Sold her, my ass! He’s the one who did something to her, I say. The guerrillas would rather have gone after that daddy’s boy instead. The police have been questioning him, anyway—how could they not? He’s the husband. But you know what the police are like down there. There were some ransom demands, all fake, Raúl said. They also think it’s possible she’s hiding out somewhere, the way people with severe depression sometimes take off and start a new life really far away—Buenos Aires, Boca Raton, Manizales—with a new identity. Seriously, though. Somebody claimed to have seen a woman who looked a lot like her, only unkempt and filthy, who was sitting in a pew in the Manizales cathedral, singing beautifully. But Julia didn’t strike me as depressed. I get the impression that…I don’t even know how to describe it. You know what I mean. And what’s rough is I’m hardly ever wrong about these things. Just now as I was staring at the cushion of snow piled up on the fire escape, something came over me. The snow gleams as if it were alive. Cold and alive, know what I mean? Scary. It’s like we don’t know anything about the world, don’t have any idea what this place is that we inhabit—we’re as defenseless as children. And suddenly there are things like the snow on the rusty fire escape or a gust of wind and rain against the windowpane, and you have to keep it together not to feel panic—or terror, really.
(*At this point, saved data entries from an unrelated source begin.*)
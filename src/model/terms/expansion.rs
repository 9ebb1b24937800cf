//! Nonlinear places: powers and functions of sums expanded about their largest part, and
//! those of a coordinate about an origin expanded in its displacement.
//!
//! Sums are expanded where they stand. A power or a function of a coordinate stays as it
//! is until its term is complete, so that factors cancel exactly and derivatives go by
//! the chain rule; `resolved` expands it then.

use std::sync::Arc;

use super::expand::is_constant;
use super::pieces::{Piece, Pieces, Splits, collected, common_tag, tagged};
use super::{Maker, SmallRatio};
use crate::algebra::monomial::{self, Monomial, Symbol, SymbolId};
use crate::algebra::product::{Applied, Base, Factor, Product};
use crate::algebra::quantities::{CoordinateId, Origin};
use crate::algebra::series::{self, Elementary, Graded, Series};
use crate::model::errors::ModelError;
use crate::model::settings::Variable;
use crate::model::values::{self, Fault, Value};
use crate::number::{Exponent, Number, TooLarge};
use crate::source::Span;
use crate::units::{Function, Range};

/// The largest ratio in which is expanded: 1/√10.
fn largest_ratio() -> f64 {
    0.1_f64.sqrt() * (1.0 + 1e-12)
}

/// What is small in an expansion, for telling of a ratio that is not.
struct Small<'a> {
    part: &'a Product,
    /// `None`: beside 1.
    whole: Option<&'a Product>,
    ratio: f64,
}
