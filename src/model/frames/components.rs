//! Components of vector expressions, and scalar operations written out in the coordinates
//! of the frame: syntax tree to syntax tree. What is made carries the place of what was
//! written. A component that is 0 is none.

use crate::limits;
use crate::model::errors::ModelError;
use crate::model::frames::equations::component_name;
use crate::model::frames::{FrameInfo, build};
use crate::model::names::{self, Call};
use crate::model::{Meaning, Model, VectorEquationInfo};
use crate::source::Span;
use crate::syntax::ast::{Expr, ExprKind, Name, Operator, ProcessName};

/// A component or a scalar; none where it is 0.
type Made = Result<Option<Expr>, ModelError>;

/// Three components, or the six of a stress in the order 11 12 13 22 23 33.
type Components = Vec<Option<Expr>>;

/// Takes expressions apart. The shapes have been checked.
pub(super) struct Writer<'a> {
    model: &'a Model,
    frame: &'a FrameInfo,
    /// Whether a written name stands around, so that `D_t` names nothing.
    is_named: bool,
    /// How many nodes may still be made.
    budget: usize,
    /// Whether names of equations are meant before all others.
    combines: bool,
}
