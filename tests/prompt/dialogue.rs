//! Sessions without a terminal, entry by entry.

use scalewright::Status;

use super::{SQUALL_LINE, dialogue, transcript};

#[test]
fn from_nothing_to_the_terms_of_a_squall_line() {
    let mut talk = dialogue(80);
    let said = transcript(&mut talk, &SQUALL_LINE);
    assert!(SQUALL_LINE.len() < 12);
    insta::assert_snapshot!(said);
}

#[test]
fn a_changed_number_says_what_it_does() {
    let mut talk = dialogue(80);
    transcript(&mut talk, &SQUALL_LINE);
    let said = transcript(
        &mut talk,
        &[
            "scale L = 900 m within 2  # wider",
            "again",
            "again",
            "U/(f*L)",
            "again",
        ],
    );
    insta::assert_snapshot!(said);
}

#[test]
fn expressions_are_answered_at_once() {
    let mut talk = dialogue(80);
    let said = transcript(
        &mut talk,
        &[
            "scale U = 10 m/s within 2",
            "scale L = 1000 km",
            "constant f = 1e-4 1/s",
            "group Ro = U/(f*L) \"Rossby number\"",
            "U/(f*L)",
            "U in kt",
            "show 2*Ro",
            "sqrt(U^2 + (1 m/s)^2)",
            "scale W in m/s",
            "W",
            "U +\nL",
            "q",
            "rnak",
            "quit",
            "exit",
            "split p = U + L",
            "U = 3 m/s",
            "scale D = 3 mm/ss",
        ],
    );
    insta::assert_snapshot!(said);
}

#[test]
fn phenomena_are_changed_value_by_value() {
    let mut talk = dialogue(80);
    let said = transcript(
        &mut talk,
        &[
            "scale U in m/s  scale L in km  constant f = 1e-4 1/s",
            "group Ro = U/(f*L)",
            "phenomenon low { scale U = 10 m/s scale L = 1000 km }",
            "phenomenon squall {\n  scale U = 40 m/s  # gusts\n  scale L = 10 km\n}",
            "Ro",
            "phenomenon squall { scale L = 20 km tolerance 5 % }",
            "again",
            "scale L = 500 km",
            "claim Ro < 1 for low",
            "page",
        ],
    );
    insta::assert_snapshot!(said);
}

#[test]
fn after_an_error_the_session_is_as_it_was() {
    let mut talk = dialogue(80);
    transcript(&mut talk, &SQUALL_LINE);
    let before = talk.page().text().to_owned();
    for entry in [
        "scale U = 3 kg",
        "scale U = 20 m/s scale V = nothing",
        "rank nothing",
        "U + L",
        "scale",
        "equation x_momentum: a = b",
        "phenomenon low { scale L = 3 kg }",
        "scale U = 1 m/s scale U = 2 m/s",
        "use nothing.known",
        "keep",
    ] {
        let reply = talk.enter(entry);
        assert_eq!(reply.status, Some(Status::Invalid), "{entry}");
        assert!(!reply.text().is_empty(), "{entry}");
        assert_eq!(talk.page().text(), before, "{entry}");
    }
    let reply = talk.enter("U");
    assert!(reply.text().contains("= 40 m/s"), "{}", reply.text());
}

#[test]
fn a_paste_is_taken_as_a_script() {
    let script = "# A page with names used above their declaration\n\
        equation balance_x: f*v as coriolis =\n    dP/(rho*L) as pressure\n\n\
        scale L = 1000 km\n  \"radius\"\nscale dP = 10 hPa\nconstant f = 1e-4 1/s\n\
        constant rho = 1.2 kg/m^3\ncoordinate x ~ L\nfield v(x) ~ V\nscale V = 8 m/s\n\
        rank\nshow V in kt\nV/L\nscale V = 9 m/s\nagain\n";
    let mut talk = dialogue(80);
    insta::assert_snapshot!(transcript(&mut talk, &[script, "page"]));
}

#[test]
fn entries_can_be_taken_back() {
    let mut talk = dialogue(80);
    let entries = [
        "scale U = 1 m/s",
        "U",
        "scale U = 2 m/s",
        "back",
        "U",
        "back",
        "back",
        "back",
    ];
    insta::assert_snapshot!(transcript(&mut talk, &entries));
}

#[test]
fn a_narrow_terminal_gets_narrow_answers() {
    let mut talk = dialogue(40);
    transcript(&mut talk, &SQUALL_LINE[..8]);
    let said = transcript(&mut talk, &["rank z_momentum", "reduce z_momentum", "help"]);
    let widest = said.lines().map(|line| line.chars().count()).max();
    assert!(widest <= Some(40), "{said}");
    insta::assert_snapshot!(said);
}

#[test]
fn what_is_kept_gives_the_same_answers() {
    let folder = tempfile::tempdir().unwrap();
    let file = folder.path().join("squall.scl");
    let name = file.to_str().unwrap();
    let mut talk = dialogue(80);
    transcript(&mut talk, &SQUALL_LINE);
    transcript(
        &mut talk,
        &["# calmer than before", "scale U = 30 m/s  \"gusts\"", "Ro"],
    );
    let reply = talk.enter(&format!("keep \"{name}\""));
    assert_eq!(reply.status, None, "{}", reply.text());
    let text = std::fs::read_to_string(&file).unwrap();
    insta::assert_snapshot!(text);

    let outcome = scalewright::Session::new().run("kept", &text, None);
    assert_eq!(outcome.status(), Status::Ok);
    let kept = scalewright::report::text::answers(&outcome.answers[..1], &[], false);
    let again = talk.enter("rank x_momentum").text();
    assert_eq!(kept, again);

    // Not over a file of somebody else's.
    let other = folder.path().join("other.scl");
    std::fs::write(&other, "mine").unwrap();
    let reply = talk.enter(&format!("keep \"{}\"", other.display()));
    assert_eq!(reply.status, Some(Status::Invalid));
    assert_eq!(std::fs::read_to_string(&other).unwrap(), "mine");
    let reply = talk.enter(&format!("keep \"{name}\""));
    assert_eq!(reply.status, None);
}

#[test]
fn a_request_that_no_longer_holds_is_kept_as_a_comment() {
    let folder = tempfile::tempdir().unwrap();
    let file = folder.path().join("page.scl");
    let mut talk = dialogue(80);
    transcript(
        &mut talk,
        &[
            "scale a = 1 m  scale b = 2 m  coordinate x ~ a",
            "equation e: a as one = b as two",
            "show e.two  show a",
            "equation e: a as one = b as other",
        ],
    );
    let reply = talk.enter(&format!("keep {}", file.display()));
    assert_eq!(reply.status, None, "{}", reply.text());
    insta::assert_snapshot!(std::fs::read_to_string(&file).unwrap());
}

#[test]
fn a_session_starts_from_a_script() {
    let text = "use atmosphere.momentum\n# so\nphenomenon whirl {\n  scale U = 40 m/s scale W = 10 m/s\n  \
                scale L = 150 m scale H = 1 km\n  scale T = L/U scale dP = 15 hPa\n  constant phi = 45 deg\n}\n\
                reduce z_momentum\nclaim Ro > 1000\n";
    let mut talk = dialogue(80);
    let mut said = talk.start("whirl.scl", None, text).text();
    assert_eq!(talk.page().text(), text);
    said.push_str(&transcript(
        &mut talk,
        &[
            "again",
            "phenomenon whirl { scale W = 1 m/s }",
            "again",
            "Ro",
        ],
    ));
    insta::assert_snapshot!(said);
    let reply = dialogue(80).start("faulty.scl", None, "scale U = 3 m/q");
    assert_eq!(reply.status, Some(Status::Invalid));
}

#[test]
fn help_has_its_topics() {
    let mut talk = dialogue(80);
    let entries = [
        "help",
        "help rank",
        "help within",
        "help again",
        "help open-scale",
        "help base.planet",
        "help nothng",
    ];
    insta::assert_snapshot!(transcript(&mut talk, &entries));
}
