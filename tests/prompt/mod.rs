//! The prompt: what it answers, what keys do to it, what its screen shows.

mod dialogue;
mod filter;
mod keys;
mod page;
#[cfg(unix)]
mod pty;
#[cfg(unix)]
mod screen;

use scalewright::Session;
use scalewright::prompt::dialogue::Dialogue;
use scalewright::prompt::layout::Sheet;

/// A dialogue without colours.
fn dialogue(columns: usize) -> Dialogue<'static> {
    Dialogue::new(Session::new(), Sheet::plain(columns))
}

/// The entries of a session with what is said to each.
fn transcript(dialogue: &mut Dialogue<'_>, entries: &[&str]) -> String {
    let mut out = String::new();
    for entry in entries {
        let reply = dialogue.enter(entry);
        out.push_str(&format!(
            "~: {}\n{}",
            entry.replace('\n', "\n   "),
            reply.text()
        ));
    }
    out
}

/// Values for every open name of the momentum of the air: a whirl at a squall line.
const SQUALL_LINE: [&str; 9] = [
    "use atmosphere.momentum",
    "scale U = 40 m/s",
    "scale W = 10 m/s",
    "scale L = 150 m",
    "scale H = 1 km",
    "scale T = L/U",
    "scale dP = 15 hPa",
    "constant phi = 45 deg",
    "rank x_momentum",
];
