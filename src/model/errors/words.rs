//! The faults of a model in words: the one `match` of this stage.

use crate::diagnostic::Diagnostic;
use crate::model::errors::{
    Alike, Clash, Missing, ModelError, Product, Relation, Shape, Unavailable,
};
use crate::source::Span;
use crate::units::Dimension;
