//! Random keys against everything that handles a line, without a terminal: hints,
//! colours and completion at every key, answers at Enter.

use proptest::prelude::*;
use proptest::strategy::ValueTree;
use proptest::test_runner::{Config, RngAlgorithm, TestRng, TestRunner};
use scalewright::prompt::complete::complete;
use scalewright::prompt::dialogue::Dialogue;
use scalewright::prompt::entry::wants_more;
use scalewright::prompt::highlight::{highlight, parts};
use scalewright::prompt::hint::hint;

use super::{SQUALL_LINE, dialogue};

const SEQUENCES: usize = 10_000;

/// A key, or a few that belong together.
#[derive(Debug, Clone)]
enum Key {
    Text(String),
    Left,
    Right,
    Home,
    Backspace,
    Tab,
    Enter,
    DropLine,
}

fn key() -> impl Strategy<Value = Key> {
    let pieces = vec![
        "scale ",
        "U",
        " = ",
        "10 m/s",
        "~",
        "rank ",
        "x_momentum",
        "show ",
        "(",
        ")",
        "{",
        "}",
        "phenomenon ",
        "p' ",
        "ρ_0",
        "深",
        "e\u{301}",
        "∂u/∂x",
        "\"",
        "#",
        "\n",
        "\t",
        "..",
        ":",
        "again",
        "back",
        "page",
        "help ",
        "+",
        "-",
        "*",
        "/",
        "^2",
        " in ",
        "kt",
        "equation ",
        "field ",
        "f",
        "claim ",
        "<<",
        "for ",
        "within ",
        "1e-4 1/s",
        "²",
        "\u{0}",
        "\u{1b}",
        "🌊",
        "group ",
        "use ",
        "atmosphere.",
        "leave",
        "W",
        "0",
        "1e300",
        "²∂",
        "from ",
        ",",
    ];
    prop_oneof![
        12 => prop::sample::select(pieces).prop_map(|piece| Key::Text(piece.to_owned())),
        2 => any::<char>().prop_map(|c| Key::Text(c.to_string())),
        1 => Just(Key::Left),
        1 => Just(Key::Right),
        1 => Just(Key::Home),
        1 => Just(Key::Backspace),
        2 => Just(Key::Tab),
        3 => Just(Key::Enter),
        1 => Just(Key::DropLine),
    ]
}

/// A line as an editor keeps it.
struct Line {
    text: String,
    cursor: usize,
}

impl Line {
    fn put(&mut self, text: &str) {
        self.text.insert_str(self.cursor, text);
        self.cursor += text.len();
    }

    fn left(&mut self) {
        let before = self.text[..self.cursor].chars().next_back();
        self.cursor -= before.map_or(0, char::len_utf8);
    }

    fn right(&mut self) {
        let behind = self.text[self.cursor..].chars().next();
        self.cursor += behind.map_or(0, char::len_utf8);
    }

    fn press(&mut self, key: &Key, talk: &mut Dialogue<'static>) {
        match key {
            Key::Text(text) => self.put(text),
            Key::Left => self.left(),
            Key::Right => self.right(),
            Key::Home => self.cursor = 0,
            Key::Backspace => {
                let end = self.cursor;
                self.left();
                self.text.replace_range(self.cursor..end, "");
            }
            Key::Tab => {
                let found = complete(talk.page(), &self.text, self.cursor);
                assert!(found.start <= self.cursor && self.text.is_char_boundary(found.start));
                if let Some(word) = found.words.first() {
                    self.text.replace_range(found.start..self.cursor, word);
                    self.cursor = found.start + word.len();
                }
            }
            Key::Enter if wants_more(&self.text) => self.put("\n"),
            Key::Enter => {
                // No file is written here.
                if !self.text.contains("keep") {
                    talk.enter(&self.text);
                }
                self.drop();
            }
            Key::DropLine => self.drop(),
        }
    }

    fn drop(&mut self) {
        self.text.clear();
        self.cursor = 0;
    }
}

#[test]
fn random_keys_do_no_harm() {
    let config = Config {
        failure_persistence: None,
        ..Config::default()
    };
    let rng = TestRng::from_seed(RngAlgorithm::ChaCha, &[9; 32]);
    let mut runner = TestRunner::new_with_rng(config, rng);
    let sequences = prop::collection::vec(key(), 1..24);
    let mut talk = dialogue(80);
    for n in 0..SEQUENCES {
        // Now and then anew, with something declared.
        if n % 100 == 0 {
            talk = dialogue(if n % 200 == 0 { 80 } else { 40 });
            talk.enter(&SQUALL_LINE[..8].join("\n"));
        }
        let keys = sequences.new_tree(&mut runner).unwrap().current();
        let mut line = Line {
            text: String::new(),
            cursor: 0,
        };
        for key in &keys {
            line.press(key, &mut talk);
            let (text, cursor) = (line.text.as_str(), line.cursor);
            if cursor == text.len() {
                hint(talk.page(), text);
            }
            let coloured = parts(talk.page(), text, cursor);
            assert!(
                coloured.windows(2).all(|pair| pair[0].1 <= pair[1].0),
                "{text:?}"
            );
            assert!(highlight(talk.page(), text, cursor).len() >= text.len());
        }
    }
}

/// Random sequences as a terminal sends them, without those that write files or leave.
#[cfg(unix)]
pub(super) fn for_terminal(count: usize) -> Vec<String> {
    let config = Config {
        failure_persistence: None,
        ..Config::default()
    };
    let rng = TestRng::from_seed(RngAlgorithm::ChaCha, &[7; 32]);
    let mut runner = TestRunner::new_with_rng(config, rng);
    let sequences = prop::collection::vec(key(), 1..12);
    let sequence = |keys: Vec<Key>| -> String {
        let keys = keys.into_iter().map(|key| match key {
            Key::Text(text) => text.replace(|c: char| c.is_control() || c == 'k' || c == 'l', ""),
            Key::Left => "\x1b[D".to_owned(),
            Key::Right => "\x1b[C".to_owned(),
            Key::Home => "\x01".to_owned(),
            Key::Backspace => "\x7f".to_owned(),
            Key::Tab => "\t".to_owned(),
            Key::Enter => "\r".to_owned(),
            Key::DropLine => "\x03".to_owned(),
        });
        keys.collect()
    };
    (0..count)
        .map(|_| sequence(sequences.new_tree(&mut runner).unwrap().current()))
        .collect()
}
What was the other thing you were asking? Oh, right. Here’s how to make mofongo: Take six plantains, still really green. They’re probably not easy to find in Saskatoon, but at this point you can get them pretty much anywhere in the world…
Aleja
You shouldn’t open just one additional academy, Aleja, Humberto told her, you should think about building out an entire chain. He’d be willing to invest, and now Aleja has to pump the brakes on him, because he’s all hyped up and going to see locations downtown and up north in Suba, and recruiting additional investors from among his marketing buddies. Aleja tells him not to even dream about expanding that fast, since Diana’s their only qualified yoga instructor—she despises him, by the way, just like Manuela does—and Humberto says that’s never been a problem, they’ll just train some more. They can find women to run the new locations among their own clientele. Aleja would rather take things slow, and she doesn’t want to mix friendship and work, emotions and work, sex and work, but everything Humberto’s saying is so sensible, so well considered. And it’s also true that things have always worked out well for him, thanks to his business instinct, and that’s why he’s so wealthy today, despite what wagging tongues may say. Because envy is always in plentiful supply. Of course Aleja would prefer he didn’t meddle so much, but she can’t figure out how to tell him that, and the fact that his ideas are so fantastic makes it even more difficult. The thirty million pesos Aleja lent him are another matter. That’s personal, nothing to do with his professional undertakings. It’s always best to keep things separate—otherwise it’s chaos and you can’t figure out what the hell is going on. And Humberto himself was the one who insisted on paying that high interest rate. He’s so lovely. So handsome. With that deep voice that caresses your ear. Yesterday he asked her to please lend him another ten million, since he was still a bit illiquid, just temporarily, and Aleja had to lie and say she didn’t have it. He can’t be short on cash, given he has all those CDs Julia left him. It’s not that Aleja is worried about the thirty million—no, she knows he’s good for it, it’s chump change to him.